2. The system defined in claim 1 in which the conductors are
located to establish the electrical field between the conductors
and the ground.
3. The system defined in claim 1 in which the cooling system
comprises a tower from the top of which the fog-forming water vapor
is discharged, and in which the means for establishing the
electrical field comprises one or more conductors spaced
substantially above the tower, and a ground construction located
substantially at the vertical level of the top of said tower.

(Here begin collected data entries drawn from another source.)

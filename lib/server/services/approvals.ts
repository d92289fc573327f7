import "server-only";
import { and, desc, eq } from "drizzle-orm";
import { estimateLines, estimateRevisions, jobs, radioSets, user } from "@/db/schema";
import type { TxContext } from "@/db/transaction";
import { audit } from "@/lib/server/audit";
import { AppError } from "@/lib/server/errors";
import type { DecisionMedium } from "@/lib/engine/contacts";
import { depositToCollect } from "@/lib/engine/pricing/deposit";
import { loadJobAccount, settleIfNothingOwed } from "@/lib/server/services/account";
import { syncTasks } from "@/lib/server/services/estimates";
import { transitionJob } from "@/lib/server/services/jobs";
import { notifyStaff } from "@/lib/server/services/notifications";
import { jobNumber } from "@/lib/engine/jobs/states";
import { moneyText } from "@/lib/validation/estimate";
import { takeStockForRevision } from "@/lib/server/services/parts";

/**
 * A decision the owner gave in person, by phone or in writing, typed in by staff for them: the revision keeps
 * the owner as the one who decided and names who recorded it, how, and what was said; the audit row's actor is
 * the staff member.
 */
export type RecordedBy = { staffId: string; medium: DecisionMedium; note: string };
type DecisionInput = { jobId: string; customerId: string; revisionId: string; recorded?: RecordedBy };

const recordedColumns = (r: RecordedBy | undefined) =>
  r ? { decisionRecordedBy: r.staffId, decisionMedium: r.medium, decisionNote: r.note } : {};
const recordedAudit = (r: RecordedBy | undefined, customerId: string) =>
  r ? { recordedFor: customerId, medium: r.medium, note: r.note } : {};

// Locks the owner's job and returns the revision waiting for a decision; anything else is not-found or 409.
async function pendingRevision(ctx: TxContext, input: DecisionInput) {
  const [job] = await ctx.tx
    .select()
    .from(jobs)
    .where(and(eq(jobs.id, input.jobId), eq(jobs.customerId, input.customerId)))
    .for("update")
    .limit(1);
  if (!job) throw new AppError("not_found", "That job was not found.");
  const [latest] = await ctx.tx
    .select()
    .from(estimateRevisions)
    .where(eq(estimateRevisions.jobId, job.id))
    .orderBy(desc(estimateRevisions.revision))
    .limit(1);
  if (!latest) throw new AppError("not_found", "That estimate was not found.");
  if (latest.id !== input.revisionId) {
    const [asked] = await ctx.tx
      .select({ id: estimateRevisions.id })
      .from(estimateRevisions)
      .where(and(eq(estimateRevisions.id, input.revisionId), eq(estimateRevisions.jobId, job.id)))
      .limit(1);
    if (!asked) throw new AppError("not_found", "That estimate was not found.");
    throw new AppError("stale", "The shop has sent a newer revision of this estimate. Please read it before deciding.");
  }
  if ((job.state !== "estimate_sent" && job.state !== "bench_revision") || latest.status !== "sent") {
    throw new AppError("conflict", "This estimate has already been decided.");
  }
  return { job, revision: latest };
}

/**
 * The owner approves the current revision. When deposits already paid on this job cover the new revision's
 * deposit (a revision sent before the set came in), the job goes straight on: there is nothing new to collect.
 * A revision sent while the set is on the bench sends it back to the bench: no deposit is asked and the
 * difference is settled in the balance (or owed back).
 */
export async function approveRevision(ctx: TxContext, input: DecisionInput) {
  const { job, revision } = await pendingRevision(ctx, input);
  const now = new Date();
  await ctx.tx
    .update(estimateRevisions)
    .set({ status: "approved", decidedBy: input.customerId, decidedAt: now, ...recordedColumns(input.recorded) })
    .where(eq(estimateRevisions.id, revision.id));
  const actorId = input.recorded?.staffId ?? input.customerId;
  await audit(ctx, {
    actorId,
    action: input.recorded ? "estimate.approve_recorded" : "estimate.approve",
    entity: "estimate_revision",
    entityId: revision.id,
    before: { status: "sent" },
    after: {
      status: "approved",
      totalMinor: revision.totalMinor,
      depositMinor: revision.depositMinor,
      ...recordedAudit(input.recorded, input.customerId),
    },
  });
  await notifyDecision(ctx, job, revision, "approved", job.state === "bench_revision" ? "The work goes on at the bench." : "");
  await takeStockForRevision(ctx, { jobId: job.id, revisionId: revision.id, actorId: input.customerId });
  if (job.state === "bench_revision") {
    await syncTasksToRevision(ctx, job.id, revision.id);
    await transitionJob(ctx, {
      jobId: job.id,
      to: "on_bench",
      actor: "customer",
      actorId,
      note: `Revision ${revision.revision} approved at the bench${input.recorded ? ` (${recordedWords(input.recorded)})` : ""}; the difference is settled in the balance`,
    });
    return { revisionId: revision.id, depositDueMinor: 0 };
  }
  await transitionJob(ctx, {
    jobId: job.id,
    to: "approved",
    actor: "customer",
    actorId,
    note: `Revision ${revision.revision} approved${input.recorded ? ` (${recordedWords(input.recorded)})` : ""}`,
  });
  const { account, paidDepositsMinor, processorMinimumMinor } = await loadJobAccount(ctx.tx, job.id);
  const difference = revision.depositMinor - paidDepositsMinor;
  // A difference below the processor's smallest charge cannot be asked for online: it joins the balance.
  const depositDue = depositToCollect(
    { depositMinor: revision.depositMinor, paidDepositsMinor, owedMinor: account.owedMinor },
    processorMinimumMinor,
  );
  if (depositDue === 0) {
    await transitionJob(ctx, {
      jobId: job.id,
      to: "deposit_paid",
      actor: "system",
      actorId: null,
      note:
        revision.depositMinor === 0
          ? "No deposit to pay"
          : difference <= 0
            ? "Deposit already covered by an earlier payment"
            : "The rest of the deposit is below the smallest card payment and is settled with the balance",
    });
  }
  return { revisionId: revision.id, depositDueMinor: depositDue };
}

export type AfterDecline = "approved-scope" | "return-as-is";

/**
 * The owner declines the current revision. Before the work, that ends the job. At the bench the owner also
 * chooses: carry on with the scope approved before (back to the bench, the checklist as it was), or stop the
 * work and have the set returned as it is — what has been paid settles the job, and it moves on to its return.
 */
export async function declineRevision(ctx: TxContext, input: DecisionInput & { reason: string; afterDecline?: AfterDecline }) {
  const { job, revision } = await pendingRevision(ctx, input);
  const atBench = job.state === "bench_revision";
  if (atBench && !input.afterDecline) {
    throw new AppError("invalid_input", "Your set is on the bench: choose how to go on.", {
      afterDecline: 'Choose "carry on with the work I approved before" or "return my set as it is".',
    });
  }
  await ctx.tx
    .update(estimateRevisions)
    .set({
      status: "declined",
      decidedBy: input.customerId,
      decidedAt: new Date(),
      declineReason: input.reason,
      ...recordedColumns(input.recorded),
    })
    .where(eq(estimateRevisions.id, revision.id));
  const actorId = input.recorded?.staffId ?? input.customerId;
  await audit(ctx, {
    actorId,
    action: input.recorded ? "estimate.decline_recorded" : "estimate.decline",
    entity: "estimate_revision",
    entityId: revision.id,
    before: { status: "sent" },
    after: {
      status: "declined",
      reason: input.reason,
      ...(atBench ? { afterDecline: input.afterDecline } : {}),
      ...recordedAudit(input.recorded, input.customerId),
    },
  });
  await notifyDecision(
    ctx,
    job,
    revision,
    "declined",
    `Reason: ${input.reason}${
      !atBench ? "" : input.afterDecline === "approved-scope" ? "\nCarry on with the work approved before." : "\nReturn the set as it is."
    }`,
  );
  if (!atBench) {
    await transitionJob(ctx, { jobId: job.id, to: "declined_by_owner", actor: "customer", actorId, note: input.reason });
    return { revisionId: revision.id };
  }
  if (input.afterDecline === "approved-scope") {
    const approved = await latestApproved(ctx, job.id);
    if (approved) await syncTasksToRevision(ctx, job.id, approved.id);
    await transitionJob(ctx, {
      jobId: job.id,
      to: "on_bench",
      actor: "customer",
      actorId,
      note: `Revision ${revision.revision} declined (${input.reason}); the work goes on as approved before`,
    });
    return { revisionId: revision.id };
  }
  // Returned as is: the work stops here and what the shop holds is what it cost.
  const { account } = await loadJobAccount(ctx.tx, job.id);
  await transitionJob(ctx, {
    jobId: job.id,
    to: "balance_due",
    actor: "customer",
    actorId,
    note: `Revision ${revision.revision} declined (${input.reason}); the owner asked for the set back as it is`,
    patch: { settledTotalMinor: Math.max(0, account.heldMinor), completedAt: new Date() },
  });
  await settleIfNothingOwed(ctx, job.id);
  return { revisionId: revision.id };
}

type Revision = Awaited<ReturnType<typeof pendingRevision>>["revision"];
type JobRow = Awaited<ReturnType<typeof pendingRevision>>["job"];

// The owner's decision reaches the technician holding the job, else the shop, with the same transaction.
async function notifyDecision(ctx: TxContext, job: JobRow, revision: Revision, decision: "approved" | "declined", detail: string) {
  const [row] = await ctx.tx
    .select({ name: user.name, maker: radioSets.maker, model: radioSets.model })
    .from(radioSets)
    .innerJoin(user, eq(user.id, job.customerId))
    .where(eq(radioSets.id, job.setId))
    .limit(1);
  const exponent = typeof revision.pricing.exponent === "number" ? revision.pricing.exponent : 2;
  const total = moneyText(revision.totalMinor, revision.currency, exponent);
  await notifyStaff(ctx, {
    kind: "estimate_decided",
    jobId: job.id,
    technicianId: job.technicianId,
    actorId: job.customerId,
    title: `Estimate ${decision} on ${jobNumber(job.number)}${row ? `: ${row.maker} ${row.model}` : ""}`,
    body: `${row?.name ?? "The owner"} ${decision} revision ${revision.revision} (${total}).${detail ? `\n${detail}` : ""}`,
    dedupeKey: `estimate:${revision.id}`,
  });
}

async function latestApproved(ctx: TxContext, jobId: string) {
  const [row] = await ctx.tx
    .select()
    .from(estimateRevisions)
    .where(and(eq(estimateRevisions.jobId, jobId), eq(estimateRevisions.status, "approved")))
    .orderBy(desc(estimateRevisions.revision))
    .limit(1);
  return row ?? null;
}

// The checklist ticked at the bench follows the labour lines of the scope the owner agreed to; ticked lines stay.
async function syncTasksToRevision(ctx: TxContext, jobId: string, revisionId: string) {
  const lines = await ctx.tx.select().from(estimateLines).where(eq(estimateLines.revisionId, revisionId));
  const labour = lines.filter((l) => l.category !== "parts" && l.partCostMinor === null);
  await syncTasks(ctx, jobId, labour);
}

const MEDIUM_WORDS: Record<DecisionMedium, string> = {
  "in-person": "given in person",
  phone: "given by phone",
  letter: "given in writing",
};
function recordedWords(r: RecordedBy): string {
  return `${MEDIUM_WORDS[r.medium]}, recorded by staff`;
}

4. The system defined in claim 1 in which said cooling system
comprises a canal for cooling water, and floats on said canal
having spray means thereon for spraying water upwardly from the
canal to fall back into the canal.
5. The system defined in claim 1 in which said cooling system
comprises a mechanical draft cooling tower having a plurality of
upwardly directed vents through which air and water vapor are
discharged.
6. The system defined in claim 1 in which said cooling system
comprises a natural draft cooling tower of circular horizontal
cross-section and at least 200 feet high having an open top from
which air and water vapor flow by natural convection.
7. The system defined in claim 6, the means for establishing the
high voltage field comprising one or more high voltage charged
conductors spaced substantially above the horizontal plane of the
top of said tower and spaced laterally therefrom to provide for fog
particle formation before entry of the air and water vapor and
condensate into the field.
8. The system defined in claim 1 in which said conductors are
barbed wire formed of ferrous metal.
9. A water cooling system for cooling water comprising heat
transfer means for contacting the water with a flow of air to
simultaneously heat the air, to evaporate water into the air, and
to release the warm air containing water vapor into the atmosphere,
electrostatic fog dissipating means including means for
establishing an electrostatic field located in horizontally spaced
relation with respect to said cooling system such that under
meteorological conditions effective to produce substantial fog
conditions by condensation of water vapor and migration of the fog
so produced, substantial condensation of water vapor into fog
particles occurs prior to entry into the electrostatic field, the
fog dissipating means comprising horizontally extending electrical
conducting means, means for supplying a high voltage electrical DC
or rectified AC potential to said conducting means, and an
electrical ground spaced downwardly from said conducting means to
define a field area between said conducting means and ground
located to intercept fog formed from condensed water vapor from
said cooling system and moved laterally therefrom by horizontal
movement of ambient air.
10. The system defined in claim 9 in which said electrical ground
is established by the physical ground support for said cooling
system.
11. The system defined in claim 9 in which said fog dissipator is
of limited horizontal extent, and is located so as to intercept fog
flow from said cooling system only in a pre-selected direction.
12. The system defined in claim 9 in which said cooling system
comprises a tower having means adjacent the top thereof at which
the heated air carrying the water vapor is released, in which said
conducting means are located above and spaced laterally from the
top of said tower, and said electrical ground is located generally
in the horizontal plane of the top of said tower and beneath said
conducting means.
13. The system defined in claim 12 in which said conducting means
and electrical ground surround said tower.
14. The system defined in claim 9 in which said conducting means
comprises barbed wire formed of ferrous metal.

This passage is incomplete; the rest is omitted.